NBT itself does not itself challenge the Westphalian framework of state-centrism by setting forth a framework of global legality that is issued under the authority of ‘the international community’ or the UN as the authoritative representative of the peoples of the world. Its provisions are carefully formulated as imposing obligation only with respect to ‘State parties,’ that is, governments that have deposited the prescribed ratification and thereby become formal adherents of the treaty. Even Article 4, which hypothetically details how nuclear weapons states should divest themselves of all connections with the weaponry limits its claims to State parties, and offers no guidance whatsoever in the event of suspected or alleged non-compliance. Reliance is placed in Article 5 on a commitment to secure compliance by way of the procedures of ‘national implementation.’
The treaty does aspire to gain eventual universality through the adherence of all states over time, but in the interim the obligations imposed are of minimal substantive relevance beyond the agreement of the non-nuclear parties not to accept deployment or other connections with the weaponry. It is for another occasion, but I believe a strong case can be made under present customary international law, emerging global law, and abiding natural law that the prohibitions in the NBT are binding universally independent of whether a state chooses or not to become a party to the treaty.
Taking an unnecessary further step to reaffirm statism, and specifically, ‘national sovereignty’ as the foundation of world order, Article 17 gives parties to the NBT a right of withdrawal. All that state parties have to do is give notice, accompanied by a statement of ‘extraordinary circumstances’ that have ‘jeopardized the supreme interests of its country.’ The withdrawal will take effect twelve months after the notice and statement are submitted. There is no procedure in the treaty by which the contention of ‘extraordinary circumstances’ can be challenged as unreasonable or made in bad faith. It is an acknowledgement that even for these non-nuclear states, nothing in law or morality or human wellbeing takes precedence over the exercise of sovereign rights. Article 17 is not likely to be invoked in the foreseeable future. This provision reminds us of this strong residual unwillingness to supersede national interests by deference to global and human interests. The withdrawal option is also important because it confirms that national security continues to take precedence over international law, even with respect to genocidal weaponry of mass destruction. As such the obligation undertaken by parties to the NBT are reversible in ways that are not present in multilateral conventions outlawing genocide, apartheid, and torture.

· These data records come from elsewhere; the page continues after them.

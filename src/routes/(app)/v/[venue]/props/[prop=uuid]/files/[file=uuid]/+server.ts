import { error } from '@sveltejs/kit';
import { and, eq } from 'drizzle-orm';
import { Readable } from 'node:stream';
import { env } from '$env/dynamic/private';
import { requireRole } from '$lib/server/auth/guard';
import { db } from '$lib/server/db';
import { propFiles } from '$lib/server/db/schema';
import { objectStore } from '$lib/server/objects';
import { isUuid } from '$lib/server/props/queries';
import type { RequestHandler } from './$types';

/** Photos and wiring files, served only to members of the venue that owns them. */
export const GET: RequestHandler = async (event) => {
	const venue = requireRole(event);
	if (!isUuid(event.params.file) || !isUuid(event.params.prop))
		error(404, 'There is no such file.');
	const [file] = await db
		.select()
		.from(propFiles)
		.where(
			and(
				eq(propFiles.id, event.params.file),
				eq(propFiles.venueId, venue.id),
				eq(propFiles.propId, event.params.prop)
			)
		);
	if (!file) error(404, 'There is no such file.');
	const found = await objectStore(env).find(file.objectKey);
	if (!found) error(404, 'That file is no longer stored. Upload it again.');
	const { body } = found;
	return new Response(Readable.toWeb(body) as ReadableStream, {
		headers: {
			'content-type': file.contentType,
			'content-length': String(file.sizeBytes),
			'content-disposition': `${file.kind === 'photo' ? 'inline' : 'attachment'}; filename="${file.filename.replace(/"/g, '')}"`,
			'x-content-type-options': 'nosniff',
			'cache-control': 'private, max-age=300'
		}
	});
};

Given these shortcomings, is it nevertheless reasonable for nuclear abolitionists to claim a major victory by virtue of tabling such a treaty? Considering that the nuclear weapons states and their allies have all rejected the process and even those within the circle of the intended legal prohibition reserve a right of withdrawal, the NBT is likely to be brushed aside by cynics as mere wishful thinking and by dedicated anti-nuclearists as more of an occasion for hemlock than champagne. The cleavage between the nuclear weapons states and the rest of the world has never been starker, and there are absent any signs on either side of the divide to make the slightest effort to find common ground, and there may be none. As of now, it is a standoff between two forms of asymmetry. The nuclear states enjoy a preponderance of hard power, while the anti-nuclear states have the upper hand when it comes to soft power, including solid roots in ‘substantive democracy,’ ‘global law,’ and ‘natural law.’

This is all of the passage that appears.